SUPPLIED RECORDS Start Marker

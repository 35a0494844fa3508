"""Turn numbering: unwrap the turntable angle and give every reading a turn number.

Angles may be logged modulo 360° (either rotation sense), continuously, or at discrete marks
(e.g. 16 marks per turn with the start mark read again at the end of the turn).

1. *Unwrap.*  When all angles lie within one turn (range ≤ 360° plus the hysteresis) the log is
   taken as modulo 360° and a step larger than half a turn is a wrap; a wider range means the
   log is already continuous and is left alone.  With the times of the readings, a gap in a
   modulo-360° log during which the table kept turning at its steady rate for more than half a
   turn is bridged with the whole turns the rate predicts (the turns inside the gap are then
   missing, and the turns on either side partial).
2. *Direction, with hysteresis.*  The log is split into monotonic *segments*.  A change of
   rotation direction is declared only when the angle retreats from its running extreme by more
   than ``hysteresis_deg`` (default :data:`REVERSAL_HYSTERESIS_DEG` = 1°), so an encoder that
   jitters by ±0.01° while the table pauses at a mark is not a reversal.  The segment ends at
   the extreme (together with the pause around it); the next one starts in the other sense.
3. *Stops.*  Inside a segment, consecutive readings closer than a tolerance (0.1°, or a quarter
   of the typical step if that is smaller) form one *stop* (the readings taken while the table
   paused at a mark, or a single reading for continuous sampling).
4. *Turns.*  A turn runs from one crossing of the reference mark (θ ≡ 0) to the next in the
   sense of rotation.  A stop that lies on the reference mark opens the next turn, except that
   it *closes* the turn it ends when it is the last stop of the segment, and that when it holds
   more readings than a typical stop, the surplus (the first readings) closes the ending turn:
   this is the "start mark read again" protocol — a drift reference, not an extra azimuth.
5. *Complete or partial.*  A turn is complete when it has at least three readings and either
   the table entered it from the previous turn and left it into the next one, or its readings
   span the circle (span plus one typical step reaches 360°; after a reversal the turning point
   counts as the start of the new segment's first turn).  The first and last turns of a log that
   starts or stops mid-turn, and turns cut by a reversal, are *partial*: flagged, counted, and
   left out of per-turn statistics by the fit.
"""


from __future__ import annotations

import math
from dataclasses import dataclass

import numpy as np


TWO_PI = 2.0 * math.pi

#: A change of rotation direction needs the angle to retreat from its running extreme by more than
#: this many degrees.  Engineering choice: two orders of magnitude above the ±0.01° jitter of a
#: common encoder at rest and an order of magnitude below any practical mark spacing.
REVERSAL_HYSTERESIS_DEG = 1.0

#: Readings closer than this many degrees (or a quarter of the typical step, if smaller) belong to
#: the same stop / lie on the same mark.
MARK_TOL_DEG = 0.1
#: Bin width (degrees) used to reduce azimuths before finding mark clusters.
MARK_BIN_DEG = 1e-4


@dataclass(frozen=True)
class Turns:
    """Result of :func:`number_turns`."""

    turn: np.ndarray  # int64 per row, 0..n_turns-1, non-decreasing
    unwrapped: np.ndarray  # radians, continuous
    complete: np.ndarray  # bool per turn
    sense: np.ndarray  # +1 / -1 per turn (rotation sense)
    n_reversals: int


# ---------------------------------------------------------------------------------- turns
def _first_index(test, lo: int, n: int, window: int = 32) -> int | None:
    """Smallest ``i >= lo`` where ``test(lo, hi)[i - lo]`` is true, or None.

    ``test`` evaluates a cumulative criterion on rows ``lo..hi-1``; the window doubles until a hit,
    so finding a hit at distance ``d`` costs O(d), and a whole log O(n) however many segments."""
    while True:
        hi = min(n, lo + window)
        hits = np.flatnonzero(test(lo, hi))
        if hits.size:
            return lo + int(hits[0])
        if hi >= n:
            return None
        window *= 2


def _segments(phi: np.ndarray, hyst: float, tol: float) -> list[tuple[int, int, int]]:
    """Split unwrapped angles into monotonic segments ``(lo, hi, sense)`` with hysteresis.

    Each segment is followed reading by reading for a short stretch (cheap when reversals are
    frequent) and then with vectorised doubling windows (cheap when they are rare)."""
    n = phi.size

    def excursion(lo, hi):
        v = phi[lo:hi]
        return (np.maximum.accumulate(v) - np.minimum.accumulate(v)) > hyst

    j = _first_index(excursion, 0, n)
    if j is None:  # the table never moved by more than the hysteresis
        return [(0, n, 1)]
    sense = 1 if phi[j] >= phi[: j + 1].max() else -1
    vals = phi.tolist()
    short = 64
    segs = []
    lo = 0
    while True:
        # first reading that retreats by more than the hysteresis from the running extreme
        k = None
        best, e = sense * vals[lo], lo
        stop = min(n, lo + short)
        for i in range(lo + 1, stop):
            v = sense * vals[i]
            if v > best:
                best, e = v, i
            elif v < best - hyst:
                k = i
                break
        if k is None and stop < n:
            def retreat(a, b, s=sense):
                v = s * phi[a:b]
                return v < np.maximum.accumulate(v) - hyst

            k = _first_index(retreat, lo, n)
            if k is not None:
                e = lo + int(np.argmax(sense * phi[lo:k]))  # the turning point (first at the extreme)
                best = sense * phi[e]
        if k is None:
            segs.append((lo, n, sense))
            return segs
        # the pause around the turning point stays in this segment
        end = e + 1
        while end < k and sense * vals[end] >= best - tol:
            end += 1
        segs.append((lo, end, sense))
        lo, sense = end, -sense


def _typical_step(phi: np.ndarray, tol: float) -> float:
    """Median absolute step between readings, ignoring jitter (steps ≤ tol) when the table moves
    by larger steps; the median nonzero step otherwise."""
    d = np.abs(np.diff(phi))
    moving = d[d > tol]
    if moving.size:
        return float(np.median(moving))
    nz = d[d > 0]
    return float(np.median(nz)) if nz.size else 0.0


def _bridge_gaps(phi: np.ndarray, time: np.ndarray, tol: float) -> np.ndarray:
    """Re-unwrap the steps of a modulo-360° log across gaps in time longer than half a turn.

    Plain unwrapping takes the shortest way between two readings, so a gap in the log during
    which the table went on turning for more than half a turn loses whole turns.  When the table
    turns in one sense at a steady rate, the rate (median of dθ/dt over the moving steps) predicts
    the advance across such a gap; the number of whole turns added is the one that brings the
    observed step closest to the prediction, and it is added only when the match is unambiguous
    (within 30°, three typical steps or 2 % of the predicted advance, whichever is largest, and
    less than half a turn).  A table that stopped during the gap does not match and is left alone.
    """
    d = np.diff(phi)
    dt = np.diff(np.asarray(time, dtype=float))
    moving = (np.abs(d) > tol) & (dt > 0)
    if moving.sum() < 8:
        return phi
    rates = d[moving] / dt[moving]
    rate = float(np.median(rates))
    if rate == 0 or (np.sign(rates) == np.sign(rate)).mean() < 0.95:
        return phi  # no steady one-way rotation (e.g. a back-and-forth scan)
    pred = rate * dt
    long_gap = np.abs(pred) > math.pi
    if not long_gap.any():
        return phi
    step = float(np.median(np.abs(d[moving])))
    k = np.round((pred - d) / TWO_PI)
    resid = np.abs(pred - (d + TWO_PI * k))
    allowed = np.maximum(np.maximum(math.radians(30.0), 3 * step), 0.02 * np.abs(pred))
    fix = long_gap & (resid <= allowed) & (allowed < math.pi) & (k != 0)
    if not fix.any():
        return phi
    d = d + TWO_PI * np.where(fix, k, 0)
    return np.concatenate(([phi[0]], phi[0] + np.cumsum(d)))


def number_turns(angle_rad, *, time=None, hysteresis_deg: float = REVERSAL_HYSTERESIS_DEG) -> Turns:
    """Unwrap raw angles (radians) and give each reading a turn number (see the module docstring).

    Parameters
    ----------
    angle_rad : array
        Raw turntable angles in radians (modulo 2π in either sense, continuous, or marks).
    time : array, optional
        Times of the readings (seconds).  With them a modulo-360° log is unwrapped correctly
        across gaps longer than half a turn while the table kept turning (see
        :func:`_bridge_gaps`); without them the shortest way between readings is taken.
    hysteresis_deg : float
        A change of direction needs a retreat larger than this (degrees).

    Returns
    -------
    Turns
        ``turn`` (per row), ``unwrapped`` angles (radians), ``complete`` and ``sense`` (per turn)
        and the number of direction reversals.
    """
    a = np.asarray(angle_rad, dtype=float).ravel()
    n = a.size
    if n == 0:
        return Turns(np.zeros(0, np.int64), a.copy(), np.zeros(0, bool), np.zeros(0, np.int64), 0)
    hyst = math.radians(float(hysteresis_deg))
    with np.errstate(over="ignore", invalid="ignore"):
        if float(a.max()) - float(a.min()) <= TWO_PI + hyst:
            phi = np.unwrap(a, period=TWO_PI)  # modulo-360° log (or at most one turn)
            if time is not None and n > 2:
                phi = _bridge_gaps(phi, time, math.radians(MARK_TOL_DEG))
        else:
            phi = a.copy()  # already continuous
        step0 = _typical_step(phi, math.radians(MARK_TOL_DEG))
        tol = min(math.radians(MARK_TOL_DEG), step0 / 4) if step0 > 0 else math.radians(MARK_TOL_DEG)
        step_t = _typical_step(phi, tol) / TWO_PI
        tol_t = tol / TWO_PI
        segs = _segments(phi, hyst, tol)

        seg_lo = np.array([lo for lo, _, _ in segs], np.int64)
        seg_len = np.array([hi - lo for lo, hi, _ in segs], np.int64)
        seg_s = np.array([s for _, _, s in segs], np.int64)
        seg_id = np.repeat(np.arange(len(segs)), seg_len)
        prog = seg_s[seg_id] * phi / TWO_PI  # progress in turns, increasing within each segment
        turn, complete, sense = _number_segments(prog, phi, seg_id, seg_lo, seg_s, tol_t, step_t)
    return Turns(turn, phi, complete, sense, len(segs) - 1)


def _segmented_cummax(values: np.ndarray, group: np.ndarray) -> np.ndarray:
    """Running maximum of int64 ``values`` restarted at every new ``group`` (groups ascending)."""
    if values.size == 0:
        return values
    lo, hi = int(values.min()), int(values.max())
    span = hi - lo + 1
    if span * (int(group[-1]) + 1) < 2**62:  # exact offset trick
        off = (values - lo) + group * span
        return np.maximum.accumulate(off) - group * span + lo
    out = values.copy()
    for g in np.unique(group):
        sel = group == g
        out[sel] = np.maximum.accumulate(values[sel])
    return out


def _number_segments(prog, phi, seg_id, seg_lo, seg_s, tol_t, step_t):
    """Turn numbers (rows), completeness and sense (turns) for all segments at once."""
    n = prog.size
    seg_start = np.zeros(n, bool)
    seg_start[seg_lo] = True
    # stops: consecutive readings closer than the tolerance (jitter while the table pauses)
    brk = seg_start.copy()
    brk[1:] |= np.diff(prog) > tol_t
    starts = np.flatnonzero(brk)
    lengths = np.diff(np.append(starts, n))
    r_typ = max(1, int(np.median(lengths)))
    mean = np.add.reduceat(prog, starts) / lengths
    stop_seg = seg_id[starts]
    k = np.floor(mean + tol_t)
    k = np.clip(k, -(2.0**52), 2.0**52).astype(np.int64)
    k = _segmented_cummax(k, stop_seg)
    on_mark = np.abs(mean - np.round(mean)) <= tol_t
    krow = np.repeat(k, lengths)
    # a stop on the reference mark that follows the previous turn closes it: wholly when it is the
    # last stop of its segment, else its surplus over a typical stop (the start mark read again)
    same_seg = np.zeros(starts.size, bool)
    same_seg[1:] = stop_seg[1:] == stop_seg[:-1]
    last_of_seg = np.ones(starts.size, bool)
    last_of_seg[:-1] = stop_seg[1:] != stop_seg[:-1]
    closing = np.zeros(starts.size, bool)
    closing[1:] = same_seg[1:] & on_mark[1:] & (k[1:] == k[:-1] + 1)
    n_close = np.where(last_of_seg, lengths, lengths - r_typ)
    for i in np.flatnonzero(closing & (n_close > 0)):
        krow[starts[i]: starts[i] + n_close[i]] = k[i] - 1
    # turns: a new one wherever a segment starts or the turn index changes
    new = seg_start.copy()
    new[1:] |= krow[1:] != krow[:-1]
    turn = np.cumsum(new) - 1
    bounds = np.flatnonzero(new)
    count = np.diff(np.append(bounds, n))
    kval = krow[bounds]
    tseg = seg_id[bounds]
    pmin = np.minimum.reduceat(prog, bounds)
    pmax = np.maximum.reduceat(prog, bounds)
    # after a reversal the segment's first turn starts at the turning point (the reading before)
    first_turn = np.flatnonzero(seg_start[bounds])
    for j in first_turn:
        lo = bounds[j]
        if lo > 0:
            entry = seg_s[tseg[j]] * phi[lo - 1] / TWO_PI
            if math.floor(entry + tol_t) == kval[j]:
                pmin[j] = min(pmin[j], entry)
    has_prev = np.zeros(kval.size, bool)
    has_prev[1:] = (tseg[1:] == tseg[:-1]) & (kval[:-1] == kval[1:] - 1)
    has_next = np.zeros(kval.size, bool)
    has_next[:-1] = has_prev[1:]
    full = (pmax - pmin) + step_t >= 1.0 - 2.0 * tol_t
    complete = (count >= 3) & ((has_prev & has_next) | full)
    return turn.astype(np.int64), complete, seg_s[tseg].astype(np.int64)
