"""Whole-log medians in bounded memory: a histogram of positive numbers on a logarithmic grid.

The reader needs a few "typical" values of a whole log before it can number the turns — the
typical angle step, the typical time between readings, the typical size of the signal.  A
median over the full log needs the full column in memory, which a log read in chunks
(:mod:`nullfit.reading.stream`) never has.  So every such median is taken from a
:class:`LogHistogram`: counts of the values in bins 2**-10 of an octave wide (the top ten bits
of the float's mantissa, i.e. a relative resolution of about 0.07 %).  Counts add, so a log read
in chunks of any size gives exactly the same histogram, and the same medians, as the log read
whole; memory is bounded by the range of the values (at most 2**21 bins, 16 MB, for values
spanning every binade of float64; a few thousand bins in practice).
"""

from __future__ import annotations

import numpy as np

#: Bits of a float64 dropped to form the bin key: 52 mantissa bits minus the 10 kept.
SHIFT = 42
#: Values below this are counted as zero (they only occur as jitter-free repeats).
TINY = 1e-250
_KEY_TINY = int(np.array([TINY]).view(np.int64)[0] >> SHIFT)
#: Chunks with fewer values than this are counted with ``np.unique`` instead of ``np.bincount``.
_SPARSE_BELOW = 4096


def _key(x: float) -> int:
    return int(np.array([float(x)], dtype=np.float64).view(np.int64)[0] >> SHIFT)


def _value(key: int) -> float:
    """Middle of the bin ``key`` (in bit space)."""
    return float(np.array([(int(key) << SHIFT) | (1 << (SHIFT - 1))], dtype=np.int64).view(np.float64)[0])


class LogHistogram:
    """Counts of non-negative finite values on a logarithmic grid (see the module docstring).

    ``add`` takes any array of values ≥ 0 (the caller passes absolute values); values below
    :data:`TINY` count as zeros.  ``median(above=x)`` is the lower median of the values whose bin
    lies wholly above the bin of ``x``, returned as the middle of its bin."""

    def __init__(self):
        self.lo = 0
        self.counts = np.zeros(0, np.int64)
        self.n_zero = 0

    @property
    def n(self) -> int:
        return int(self.counts.sum()) + self.n_zero

    def add(self, values) -> None:
        v = np.ascontiguousarray(values, dtype=np.float64)
        if v.size == 0:
            return
        lo, hi = float(v.min()), float(v.max())  # the key is monotonic in the value (values ≥ 0)
        if lo < TINY:
            tiny = v < TINY
            self.n_zero += int(np.count_nonzero(tiny))
            v = v[~tiny]
            if v.size == 0:
                return
            lo = float(v.min())
        kmin, kmax = _key(lo), _key(hi)
        self._grow(kmin, kmax)
        if kmin == kmax:  # one bin (a steady rate, a regular clock)
            self.counts[kmin - self.lo] += v.size
            return
        keys = v.view(np.int64) >> SHIFT
        if keys.size < _SPARSE_BELOW or (kmax - kmin) > 4 * keys.size:
            uk, cnt = np.unique(keys, return_counts=True)
            self.counts[uk - self.lo] += cnt
        else:
            keys -= kmin
            self.counts[kmin - self.lo: kmax - self.lo + 1] += np.bincount(keys, minlength=kmax - kmin + 1)

    def add_counts(self, other: "LogHistogram", sign: int = 1) -> "LogHistogram":
        """A new histogram: this one plus (``sign=1``) or minus (``sign=-1``) ``other``."""
        out = LogHistogram()
        out.lo, out.counts, out.n_zero = self.lo, self.counts.copy(), self.n_zero
        if other.counts.size:
            out._grow(other.lo, other.lo + other.counts.size - 1)
            out.counts[other.lo - out.lo: other.lo - out.lo + other.counts.size] += sign * other.counts
        out.n_zero += sign * other.n_zero
        return out

    def _grow(self, kmin: int, kmax: int) -> None:
        if self.counts.size == 0:
            self.lo, self.counts = kmin, np.zeros(kmax - kmin + 1, np.int64)
            return
        hi = self.lo + self.counts.size - 1
        if kmin >= self.lo and kmax <= hi:
            return
        lo2, hi2 = min(kmin, self.lo), max(kmax, hi)
        new = np.zeros(hi2 - lo2 + 1, np.int64)
        new[self.lo - lo2: self.lo - lo2 + self.counts.size] = self.counts
        self.lo, self.counts = lo2, new

    def count_above(self, above: float) -> int:
        return int(self._above(above).sum())

    def _above(self, above: float | None) -> np.ndarray:
        if above is None or self.counts.size == 0:
            return self.counts
        first = _key(above) + 1 - self.lo
        out = self.counts.copy()
        out[: max(0, min(first, out.size))] = 0
        return out

    def median(self, above: float | None = None) -> float | None:
        """Lower median of the values above ``above`` (zeros included when ``above`` is None);
        None when there are none."""
        counts = self._above(above)
        zeros = self.n_zero if above is None else 0
        total = int(counts.sum()) + zeros
        if total == 0:
            return None
        rank = (total - 1) // 2  # 0-based rank of the lower median
        if rank < zeros:
            return 0.0
        cum = np.cumsum(counts)
        i = int(np.searchsorted(cum, rank - zeros + 1))
        return _value(self.lo + i)
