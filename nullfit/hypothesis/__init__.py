"""The hypothesis side: what a hypothesised anisotropy would have produced in this apparatus, at
this site and time.

:mod:`.offline` (astropy with bundled data only), :mod:`.site` (where the table stands),
:mod:`.earth` (Earth orientation, sidereal time), :mod:`.velocities` (velocity hypotheses on the
sky), :mod:`.horizontal` (a velocity projected on the table plane), :mod:`.apparatus` (arm
length, wavelength, readout), :mod:`.expected` (the expected 2θ signal of a scan),
:mod:`.sidereal` (the SME/RMS sidereal model: quadratures of B(t), C(t), design, templates).
"""
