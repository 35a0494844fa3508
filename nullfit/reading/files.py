"""Reading scan logs: CSV and Parquet files, or a pandas DataFrame, into a validated `Scan`.

Columns
-------
The time, angle and signal columns default to ``time_s``, ``angle_deg`` and ``fringe``; a
keyword (``time=``, ``angle=``, ``signal=``) wins over the manifest's ``[columns]`` table, which
wins over the defaults.  The manifest's ``[columns] aux`` list adds auxiliary columns (nuisance
regressors such as a tilt or a temperature), kept in ``Scan.aux``.  Column names in a CSV header
are stripped of surrounding spaces.

Time
----
The time column may hold relative seconds, Unix seconds (values above 1e8 s) or ISO-8601
timestamps (naive ones are taken as UTC; offsets are converted).  Absolute times are handled as
int64 nanoseconds: decimal text is converted exactly, a float as its shortest decimal
representation.  The scan keeps an integer-second epoch — the whole Unix second at or before the
first reading — plus float relative seconds computed from the integer nanoseconds, so a 1.8e9 s
epoch costs nothing: relative times are exact to 1 ns for scans shorter than about 104 days.
With relative seconds, the manifest's ``[time] start_utc`` gives the absolute time of ``t = 0``;
without it the epoch is ``None`` and the relative seconds are kept as they are.

Rows
----
Row numbers in messages count the *data* rows from 1, the way a person counts them below the
header: the header line is **not** counted, so data row ``r`` of a CSV file is on line ``r + 1``
(blank lines count as rows; they are dropped as missing values).  Messages about the raw bytes
of a file (encoding, delimiter, field counts) name the *line* instead.  For Parquet files and
DataFrames row ``r`` is the ``r``-th record.

Nothing is ever written to the input file or frame.
"""

from __future__ import annotations

import csv
import io
import re
from pathlib import Path

from ..core.errors import ScanError
from .columns import check_options, one_line, resolve_columns, show
from .manifest import load_manifest
from .scan import Scan

PARQUET_SUFFIXES = (".parquet", ".pq", ".parq")


# ---------------------------------------------------------------------------------- files
def _decode(raw: bytes, src: str) -> str:
    if raw.startswith((b"\xff\xfe", b"\xfe\xff")):
        raise ScanError(f"{src}, line 1: the file is UTF-16 encoded (byte-order mark 0x{raw[0]:02x}{raw[1]:02x}); "
                        "save the log as UTF-8")
    try:
        text = raw.decode("utf-8-sig")
    except UnicodeDecodeError as err:
        off = err.start
        line = raw[:off].count(b"\n") + 1
        col = off - (raw.rfind(b"\n", 0, off) + 1) + 1
        row = f" (data row {line - 1})" if line > 1 else " (the header)"
        raise ScanError(f"{src}, line {line}{row}: byte 0x{raw[off]:02x} at offset {off} (character {col} of the "
                        "line) is not valid UTF-8; save the log as UTF-8") from None
    nul = text.find("\x00")
    if nul >= 0:
        line = text.count("\n", 0, nul) + 1
        raise ScanError(f"{src}, line {line}: the file contains NUL characters; it is binary, not a CSV text log")
    return text


def _csv_header(text: str, src: str) -> list[str]:
    first = text.split("\n", 1)[0].rstrip("\r")
    if not first.strip():
        raise ScanError(f"{src}, line 1: the first line is empty; the header (column names) must be on line 1")
    try:
        header = [h.strip() for h in next(csv.reader([first]))]
    except (csv.Error, StopIteration) as err:
        raise ScanError(f"{src}, line 1: cannot read the header ({one_line(err)})") from None
    if len(header) == 1:
        for delim, label in ((";", "semicolons"), ("\t", "tabs"), ("|", "'|' characters")):
            if delim in first:
                raise ScanError(f"{src}, line 1: the header {show(first, 60)} is separated by {label}, not commas; "
                                "nullfit reads comma-separated values (convert the file; mind decimal commas)")
        if len(first.split()) > 1:
            raise ScanError(f"{src}, line 1: the header {show(first, 60)} is separated by spaces, not commas; "
                            "nullfit reads comma-separated values")
    numeric = 0
    for h in header:
        try:
            float(h)
            numeric += 1
        except ValueError:
            pass
    if numeric == len(header):
        raise ScanError(f"{src}, line 1: the first line holds numbers ({show(first, 40)}), not column names; "
                        "the log needs a header line such as 'time_s,angle_deg,fringe'")
    return header


def _read_csv(raw: bytes, src: str, time_column):
    """``(header, frame)`` of a CSV log; ``time_column(header)`` names the time column, which is read
    as text (exact Unix times, ISO-8601 timestamps); the others are parsed as numbers where they can be."""
    import pandas as pd

    if not raw.strip():
        raise ScanError(f"{src}: the file is empty")
    text = _decode(raw, src)
    if not text.strip():
        raise ScanError(f"{src}: the file is empty")
    header = _csv_header(text, src)
    text = text.rstrip()  # trailing blank lines are not rows (earlier ones are, so numbering holds)
    ncol = len(header)
    if "\n" not in text:
        return header, pd.DataFrame({i: pd.Series([], dtype=object) for i in range(ncol)})
    tcol = time_column(header)
    dtype = {header.index(tcol): str} if tcol in header else None
    try:
        df = pd.read_csv(io.StringIO(text + "\n"), header=None, skiprows=1, names=list(range(ncol)), dtype=dtype,
                         skip_blank_lines=False, low_memory=False, engine="c")
    except pd.errors.ParserError as err:
        msg = one_line(err)
        m = re.search(r"Expected (\d+) fields in line (\d+), saw (\d+)", msg)
        if m:
            raise ScanError(f"{src}, line {m.group(2)} (data row {int(m.group(2)) - 1}): {m.group(3)} fields where the "
                            f"header has {m.group(1)}") from None
        raise ScanError(f"{src}: cannot parse as CSV ({msg.replace('Error tokenizing data. ', '')})") from None
    except (ValueError, OverflowError, UnicodeError, csv.Error) as err:
        raise ScanError(f"{src}: cannot parse as CSV ({one_line(err)})") from None
    return header, df


def _read_parquet(raw: bytes, src: str):
    import pyarrow as pa
    import pyarrow.parquet as pq

    try:
        table = pq.read_table(pa.BufferReader(raw))
        df = table.to_pandas(ignore_metadata=True)
    except (pa.ArrowException, OSError, ValueError, TypeError, OverflowError) as err:
        raise ScanError(f"{src}: not a readable Parquet file ({one_line(err)[:200]})") from None
    return [str(c) for c in df.columns], df


def read_scan(path, *, time=None, angle=None, signal=None, angle_unit=None, manifest=None,
              nonfinite: str = "drop", signal_unit=None) -> Scan:
    """Read a scan log (CSV or Parquet) and its manifest into a validated `Scan`.

    Parameters
    ----------
    path : str, Path or pandas.DataFrame
        The log.  Parquet is recognised by its magic bytes (or a ``.parquet``/``.pq`` suffix);
        anything else is read as UTF-8 comma-separated text with a header line.  A DataFrame
        is read as :meth:`Scan.from_frame` does (no manifest look-up; row ``r`` is its ``r``-th
        row).
    time, angle, signal : str, optional
        Column names; they win over the manifest's ``[columns]``, which wins over the defaults
        ``time_s``, ``angle_deg``, ``fringe``.
    angle_unit : {"deg", "rad"}, optional
        Unit of the angle column; default: the manifest's ``[units] angle``, else ``"deg"``.
    manifest : str, Path, Manifest, None or False
        The manifest; ``None`` looks for one beside the log (same stem, ``.toml``), ``False``
        ignores it.
    nonfinite : {"drop", "raise"}
        Rows with missing, NaN or infinite values are dropped and counted with a `ScanWarning`
        (default), or refused with a `ScanError`.
    signal_unit : {"fringe", "fractional"}, optional
        Default: the manifest's ``[units] signal`` or ``[apparatus] signal``, else ``"fringe"``.

    Returns
    -------
    Scan

    Raises
    ------
    ScanError
        One line naming the file, the row (data rows counted from 1, header not counted: data row
        ``r`` is line ``r + 1`` of a CSV file) and the column where they apply; see the module
        docstrings of :mod:`nullfit.reading.files`, :mod:`nullfit.reading.columns` and
        :mod:`nullfit.reading.validate` for every case.

    Notes
    -----
    The file is opened for reading only.
    """
    if hasattr(path, "iloc") and hasattr(path, "columns"):  # a pandas DataFrame
        return Scan.from_frame(path, time=time, angle=angle, signal=signal, angle_unit=angle_unit,
                               manifest=None if manifest is None else manifest, nonfinite=nonfinite,
                               signal_unit=signal_unit)
    check_options(angle_unit, signal_unit, nonfinite)
    p = Path(path)
    src = str(path)
    if not p.exists():
        raise ScanError(f"{src}: no such file")
    if p.is_dir():
        raise ScanError(f"{src}: is a directory, not a scan log")
    try:
        man = load_manifest(manifest, p)
    except ScanError as err:  # say which log the manifest belongs to (it may have been found silently)
        raise ScanError(f"{err} (manifest of {src})") from None
    try:
        raw = p.read_bytes()
    except OSError as err:
        raise ScanError(f"{src}: cannot read the file ({err.strerror or err})") from None
    if raw[:4] == b"PAR1" or p.suffix.lower() in PARQUET_SUFFIXES:
        if raw[:4] != b"PAR1":
            if not raw.strip():
                raise ScanError(f"{src}: the file is empty")
            raise ScanError(f"{src}: not a Parquet file (no 'PAR1' magic bytes at the start)")
        names, df = _read_parquet(raw, src)
    else:
        kw = {"time": time, "angle": angle, "signal": signal}
        names, df = _read_csv(raw, src, lambda header: resolve_columns(header, kw, man, src)[0]["time"])

    def get(name):
        return df.iloc[:, names.index(name)]

    return Scan.from_table(get, names, len(df), src, man, {"time": time, "angle": angle, "signal": signal},
                           angle_unit, signal_unit, nonfinite)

SUPPLIED RECORDS End Marker

Within the entries, determine the count of lines containing the string "costs" and output it alone.

## YOUR SOLUTION:
2